A Study Exploring the Use of Challenge Agents in Healthy Volunteers or Participants With a Disease of Interest
Status and phase
Completed
Early Phase 1
Conditions
Healthy
Treatments
Radiation: UVB Challenge
Study type
Interventional
Funder types
Industry
Identifiers
Details and patient eligibility
About
The purpose of this study is to characterize the biological response in vivo to challenge agents (vaccines, antigen, drug, or mechanical challenges); to assess the safety and tolerability of the challenge agent and to characterize the immune response in skin elicited in vivo in healthy volunteers using an ultraviolet B (UVB) challenge.
Enrollment
24 patients
Sex
All
Ages
18 to 55 years old
Volunteers
Accepts Healthy Volunteers
Inclusion criteria
- A woman of childbearing potential must have a negative highly sensitive serum (beta-human chorionic gonadotropin [beta-HCG]) at screening and a negative urine pregnancy test prior to study intervention administration on Day -4
- Must have Fitzpatrick skin type II or III (10 participants) or type IV or higher (2 participants)

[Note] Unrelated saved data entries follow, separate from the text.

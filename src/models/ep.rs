//! Expected points: a multinomial logistic model of the next score in the
//! half (Yurko, Ventura & Horowitz 2019), EP = sum of class probability times
//! class points; kickoff, free-kick and try values; EPA per snap, with
//! touchdowns, tries and safeties credited in full. In a half's final
//! seconds EP is the points of the last play (`super::finish`).

use super::error::{ModelError, Result};
use super::finish::Finish;
use super::logit::{self, FitOptions, FnDesign, Labels};
use crate::playfile::Kind;
use crate::plays::{NextScore, Plays};
use serde::{Deserialize, Serialize};

/// Knots (yards from own goal) of the piecewise-linear field-position basis.
const BALL_KNOTS: [f64; 9] = [10.0, 20.0, 30.0, 40.0, 50.0, 60.0, 70.0, 80.0, 90.0];

/// Names of the model's columns, in order.
pub const FEATURES: [&str; 28] = [
    "intercept",
    "ball_on",
    "ball_on_10",
    "ball_on_20",
    "ball_on_30",
    "ball_on_40",
    "ball_on_50",
    "ball_on_60",
    "ball_on_70",
    "ball_on_80",
    "ball_on_90",
    "down2",
    "down3",
    "down4",
    "log_to_go",
    "down2_log_to_go",
    "down3_log_to_go",
    "down4_log_to_go",
    "goal_to_go",
    "secs_half",
    "near_end_half",
    "ball_on_near_end",
    "down3_ball_on",
    "down4_ball_on",
    "lead_final4",
    "lead_final4_margin",
    "behind_final2",
    "tied_final2",
];

/// The score and period a snap is played in, which EP uses where they
/// change how a half ends: the four-minute offense (ahead in the final
/// 4:00 of the 4th period runs the clock) and the final 2:00 of the 4th
/// when behind or tied.
#[derive(Debug, Clone, Copy, PartialEq, Eq)]
pub struct ScoreClock {
    /// The offense's margin.
    pub margin: i32,
    pub period: i32,
}
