/// `fit_rows` with Newton started from `init`'s coefficients (same answer,
/// fewer iterations when `init` was fit on overlapping rows).
pub fn fit_rows_from(plays: &Plays, rows: &[u32], init: Option<&Models>) -> Result<Models> {
    let started = std::time::Instant::now();
    if rows.is_empty() {
        return Err(ModelError::NoSnaps);
    }
    let opts = options();
    // CP reads no EP; the two WP fits read EP and not each other: each
    // fit runs beside the others it does not need (the same fits as one
    // after another; errors in the same order).
    // The drive model reads no EP either: it is estimated and solved (on
    // one thread) beside the EP fit, off the way to the WP fit.
    let (ep_wp, cp) = rayon::join(
        || -> Result<_> {
            let (ep, drive) = rayon::join(|| ep::fit(plays, rows, &opts, init.map(|m| &m.ep)), || wp::drive_model(plays, rows));
            let ep = ep?;
            let ep_all = ep.score_all_blind(plays);
            let (wp, baseline) = rayon::join(
                // The final seconds' chances are the EP model's, read from
                // the same rows.
                || wp::fit_with(plays, &ep_all, rows, wp::WpKind::Full, &opts, init.map(|m| &m.wp), drive, ep.finish.clone()),
                || wp::fit(plays, &ep_all, rows, wp::WpKind::Baseline, &opts, init.map(|m| &m.baseline)),
            );
            Ok((ep, wp?, baseline?))
        },
        || cp::fit(plays, rows, &opts, init.and_then(|m| m.cp.as_ref())),
    );
    let (ep, wp, baseline) = ep_wp?;
    let cp = cp?;
    for (name, s) in [("ep", &ep.fit.stats), ("wp", &wp.fit.stats), ("baseline", &baseline.fit.stats)].into_iter().chain(cp.as_ref().map(|c| ("cp", &c.fit.stats))) {
        tracing::debug!(rows = s.rows, warm = s.warm_iterations, full = s.iterations, converged = s.converged, "{name} fitted in {:.2} s", s.seconds);
    }
    let report = FitReport {
        snaps: rows.len(),
        ep: ep.fit.stats.clone(),
        wp: wp.fit.stats.clone(),
        baseline: baseline.fit.stats.clone(),
        cp: cp.as_ref().map(|c| c.fit.stats.clone()),
        seconds: started.elapsed().as_secs_f64(),
    };
    Ok(Models {
        version: MODEL_VERSION.to_string(),
        ep,
        wp,
        baseline,
        cp,
        report,
    })
}

impl Models {
    /// Score every snap of `plays`.
    /// The three passes are independent: they run side by side on rayon's
    /// threads (each value is computed as alone, so the scores are the same).
    pub fn score(&self, plays: &Plays) -> Scores {
        let ((ep, wp), cp) = rayon::join(
            || {
                let (ep, blind) = self.ep.score_all_and_blind(plays);
                (ep, self.wp.score_all(plays, &blind))
            },
            || match &self.cp {
                Some(m) => m.score_all(plays),
                None => vec![f64::NAN; plays.len()],
            },
        );
        let epa = ep::epa(plays, &ep);
        let wpa = wp::wpa(plays, &wp);
        Scores {
            ep,
            epa,
            wp,
            wpa,
            cp,
        }
    }
}

#[cfg(test)]
mod tests {
    use super::*;
    use crate::models::{cache, calib, fit_and_score_in, testkit, CalibOptions};
    use crate::playfile::Kind;

    fn small() -> Plays {
        testkit::league(600, 3, 42)
    }

    #[test]
    fn synthetic_league_fits_and_scores() {
        let plays = small();
        let models = fit(&plays).expect("fit");
        assert!(models.report.ep.converged, "{:?}", models.report.ep);
        assert!(models.report.wp.converged, "{:?}", models.report.wp);
        let s = models.score(&plays);
        let n = plays.len();
        for v in [&s.ep, &s.epa, &s.wp, &s.wpa] {
            assert_eq!(v.len(), n);
            assert!(v.iter().all(|x| x.is_finite()));
        }
        assert!(s.wp.iter().all(|&p| (0.0..=1.0).contains(&p)));
        // EP rises with field position on 1st and 10.
        let ep: Vec<f64> = (1..10)
            .map(|k| models.ep.situation(1, 10, k * 10, 1500))
            .collect();
        assert!(ep.windows(2).all(|w| w[1] > w[0]), "{ep:?}");
        // The completion model is defined exactly on passes with air yards.
        for i in 0..n {
            assert_eq!(s.cp[i].is_finite(), cp::applies(&plays, i));
        }
        // WPA telescopes within a game: WP before the first snap plus all
        // WPA from a fixed team's side ends at that team's result.
        for g in plays.games.iter().take(50) {
            let home = g.home;
            let mut wp = if plays.offense[g.start] == home {
                s.wp[g.start]
            } else {
                1.0 - s.wp[g.start]
            };
            for i in g.start..g.end {
                wp += if plays.offense[i] == home {
                    s.wpa[i]
                } else {
                    -s.wpa[i]
                };
            }
            assert!((wp - g.home_result()).abs() < 1e-9);
        }
    }

    #[test]
    fn epa_follows_its_convention() {
        let plays = small();
        let models = fit(&plays).expect("fit");
        let s = models.score(&plays);
        let try_mean = models.ep.try_mean;
        for i in 0..plays.len() {
            let same_half = i + 1 < plays.len()
                && plays.game[i + 1] == plays.game[i]
                && plays.half(i + 1) == plays.half(i);
            let next_try = same_half && plays.kind[i + 1].is_try();
            if plays.kind[i].is_try() {
                assert_eq!(s.ep[i], try_mean);
                assert!((s.epa[i] - (plays.points[i] as f64 - try_mean)).abs() < 1e-12);
            } else if plays.points[i] >= 6 {
                // A touchdown earns 6 + the expected try (when one follows).
                let want = 6.0 + if next_try { try_mean } else { 0.0 } - s.ep[i];
                assert!((s.epa[i] - want).abs() < 1e-12, "snap {i}");
            } else if plays.points[i] == 3 {
                assert!((s.epa[i] - (3.0 - s.ep[i])).abs() < 1e-12);
            } else if plays.points[i] == 0 && same_half && plays.kind[i + 1] != Kind::Kickoff {
                let after = if plays.offense[i + 1] == plays.offense[i] {
                    s.ep[i + 1]
                } else {
                    -s.ep[i + 1]
                };
                assert!((s.epa[i] - (after - s.ep[i])).abs() < 1e-12);
            } else if !same_half {
                assert!((s.epa[i] - (plays.points[i] as f64 - s.ep[i])).abs() < 1e-12);
            }
        }
        // Every drive adds up to its points, the handoff and the kickoff term.
        let mut start = 0;
        for i in 1..=plays.len() {
            if i == plays.len() || plays.game[i] != plays.game[start] || plays.drive[i] != plays.drive[start] {
                let t = ep::DriveTerms::of(&plays, &s.ep, start, i);
                let sum: f64 = s.epa[start..i].iter().sum();
                assert!((sum - t.total()).abs() < 1e-9, "drive at {start}: {sum} vs {t:?}");
                start = i;
            }
        }
        assert!((0..plays.len()).all(|i| plays.kind[i] != Kind::Kickoff
            || ep::is_free_kick(&plays, i)
            || s.ep[i] == models.ep.kickoff(plays.secs_half[i], ep::ScoreClock::of_snap(&plays, i))));
    }

    /// Touchdown + try (+ kickoff) and safety + free kick sequences,
    /// checked against the values worked from the EP before each snap.
    #[test]
    fn touchdowns_tries_and_safeties_by_hand() {
        let plays = small();
        let models = fit(&plays).expect("fit");
        let s = models.score(&plays);
        let t = models.ep.try_mean;
        let mut seen = false;
        for i in 0..plays.len().saturating_sub(2) {
            if plays.points[i] == 6 && plays.kind[i + 1].is_try() && plays.kind[i + 2] == Kind::Kickoff {
                // TD + try + kickoff: 6 + try points − EP before, kickoff aside.
                let sum = s.epa[i] + s.epa[i + 1];
                let want = 6.0 + plays.points[i + 1] as f64 - s.ep[i];
                assert!((sum - want).abs() < 1e-12);
                assert!(s.ep[i] >= 6.0 + t || s.epa[i] > 0.0);
                seen = true;
            }
            if ep::is_safety(&plays, i) && ep::is_free_kick(&plays, i + 1) {
                let fk = models.ep.free_kick(plays.secs_half[i + 1], ep::ScoreClock::of_snap(&plays, i + 1));
                assert!((s.epa[i] - (-2.0 + fk - s.ep[i])).abs() < 1e-12);
            }
        }
        assert!(seen, "no touchdown with a try in the synthetic league");
    }

    /// Timing on a league of about 1.2M snaps: run with
    /// `cargo test --release --lib models::tests::timing -- --ignored --nocapture`.
    #[test]
    #[ignore]
    fn timing_on_a_million_snaps() {
        let t = std::time::Instant::now();
        let plays = testkit::league(10_300, 6, 7);
        eprintln!(
            "synthetic league: {} snaps in {:.1}s",
            plays.len(),
            t.elapsed().as_secs_f64()
        );
        let dir =
            std::env::temp_dir().join(format!("lategame-models-timing-{}", std::process::id()));
        let _ = std::fs::remove_dir_all(&dir);
        let t = std::time::Instant::now();
        let models = fit(&plays).expect("fit");
        let fit_s = t.elapsed().as_secs_f64();
        let t = std::time::Instant::now();
        let scores = models.score(&plays);
        let score_s = t.elapsed().as_secs_f64();
        eprintln!("fit EP+WP+baseline+CP: {fit_s:.2}s; score all snaps: {score_s:.2}s");
        for (name, r) in [
            ("ep", &models.report.ep),
            ("wp", &models.report.wp),
            ("baseline", &models.report.baseline),
        ] {
            eprintln!(
                "  {name}: {} rows x {} features, {} warm + {} full iterations, converged {}, |grad| {:.2e}, {:.2}s",
                r.rows, r.features, r.warm_iterations, r.iterations, r.converged, r.grad_norm, r.seconds
            );
        }
        if let Some(r) = &models.report.cp {
            eprintln!(
                "  cp: {} rows, {} + {} iterations, {:.2}s",
                r.rows, r.warm_iterations, r.iterations, r.seconds
            );
        }
        let t = std::time::Instant::now();
        let cal = calib::calibrate_from(&plays, &CalibOptions::default(), Some(&models))
            .expect("calibrate");
        eprintln!(
            "calibration (refit without the last season): {:.2}s; Brier {:.4} vs baseline {:.4}",
            t.elapsed().as_secs_f64(),
            cal.wp.brier,
            cal.baseline.brier
        );
        cache::store(&dir, "timing", &models, Some(&cal)).expect("store");
        let t = std::time::Instant::now();
        let warm = fit_and_score_in(plays, "timing", false, Some(&dir)).expect("warm");
        eprintln!(
            "warm start from cache (load + score): {:.2}s, from_cache {}",
            t.elapsed().as_secs_f64(),
            warm.from_cache
        );
        assert!(warm.from_cache);
        assert_eq!(scores.ep.len(), warm.scores.ep.len());
        let _ = std::fs::remove_dir_all(&dir);
    }

    /// EP and the blind EP worked out together are each the same bits as alone.
    #[test]
    fn ep_and_blind_ep_together_match_each_alone() {
        let plays = small();
        let models = fit(&plays).expect("fit");
        let (ep, blind) = models.ep.score_all_and_blind(&plays);
        let bits = |v: &[f64]| v.iter().map(|x| x.to_bits()).collect::<Vec<_>>();
        assert_eq!(bits(&ep), bits(&models.ep.score_all(&plays)));
        assert_eq!(bits(&blind), bits(&models.ep.score_all_blind(&plays)));
        // The late-game terms do change some snaps.
        assert!(ep.iter().zip(&blind).filter(|(a, b)| a != b).count() > 100);
    }

    /// The default stopping rule (decrement below 1e-10 per unit of weight)
    /// against one a thousand times tighter, on the EP fit of a synthetic
    /// league with warm levels and a subsampled Hessian as on a big league:
    /// no class probability of any snap moves by 1e-4.
    #[test]
    fn default_stopping_rule_moves_no_probability_by_1e_4() {
        use crate::models::logit::FitOptions;
        let plays = crate::models::testkit::league(300, 2, 17);
        let rows: Vec<u32> = (0..plays.len() as u32).collect();
        let base = FitOptions { warm_rows: 8_000, hess_rows: 16_000, ..Default::default() };
        assert_eq!(base.tol, 1e-10);
        let loose = ep::fit(&plays, &rows, &base, None).expect("fit");
        let tight = ep::fit(&plays, &rows, &FitOptions { tol: 1e-13, ..base }, None).expect("fit");
        assert!(loose.fit.stats.converged && tight.fit.stats.converged);
        assert!(loose.fit.stats.warm_iterations > 0, "the warm levels must run");
        assert!(tight.fit.stats.iterations > loose.fit.stats.iterations, "the tighter rule must take more steps");
        let mut worst = 0.0f64;
        let mut x = vec![0.0; ep::FEATURES.len()];
        let (mut a, mut b) = ([0.0; 7], [0.0; 7]);
        for i in 0..plays.len() {
            if plays.down[i] == 0 {
                continue;
            }
            ep::features(plays.down[i], plays.to_go[i], plays.ball_on[i], plays.secs_half[i], ep::ScoreClock::of_snap(&plays, i), &mut x);
            loose.fit.probs(&x, &mut a);
            tight.fit.probs(&x, &mut b);
            worst = a.iter().zip(&b).map(|(p, q)| (p - q).abs()).fold(worst, f64::max);
        }
        eprintln!("largest |dp| {worst:e} over {} snaps", plays.len());
        assert!(worst < 1e-4, "largest |dp| {worst:e}");
    }

    /// A league restored from the cache must score exactly as the fit it
    /// was written from: every coefficient reads back bit for bit.
    #[test]
    fn cached_coefficients_read_back_bit_for_bit() {
        let plays = testkit::league(120, 2, 9);
        let models = fit(&plays).expect("fit");
        let dir = std::env::temp_dir().join(format!("lategame-cache-test-{}", std::process::id()));
        cache::store(&dir, "fp-roundtrip", &models, None).expect("store");
        let back = cache::load(&dir, "fp-roundtrip").expect("load").expect("an entry");
        let _ = std::fs::remove_dir_all(&dir);
        let bits = |m: &Models| crate::models::testkit::json_bits(m);
        let (a, b) = (bits(&models), bits(&back.models));
        assert!(a.len() > 50, "only {} numbers: the test would prove little", a.len());
        assert_eq!(a, b);
    }
}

- Otherwise healthy on the basis of physical examination, medical history, and vital signs, and, if required by the applicable Intervention Specific Appendix (ISA), a 12-lead Electrocardiography (ECG) performed at screening. Any abnormalities must be considered not clinically significant or consistent with the underlying illness in the study population and this determination must be recorded
- Otherwise healthy on the basis of clinical laboratory tests performed at screening. If the results of the serum chemistry panel, hematology, or urinalysis are outside the normal reference ranges, the participant may be included only if the investigator judges the abnormalities or deviations from normal to be not clinically significant or to be appropriate and reasonable for the population under study. This determination must be recorded in the participant's source documents and initialed by the investigator
- Must be a non-smoker (not smoked for at least 6 months prior to screening) and has not used nicotine-containing products (example, nicotine patch) for 3 months prior to screening
Exclusion criteria
- Has a history of dysplastic melanocytic nevi or skin cancer
- Known hypersensitivity, intolerance to UV/sunlight exposure, or any condition associated with photosensitivity
- Has Fitzpatrick skin type I, as determined by the investigator. A person with Fitzpatrick skin type I typically has unexposed skin that is bright white with frequent freckling, has blue/green eyes, and is of Northern European/British descent. They typically burn, peel, and don't tan in response to ultraviolet B (UVB)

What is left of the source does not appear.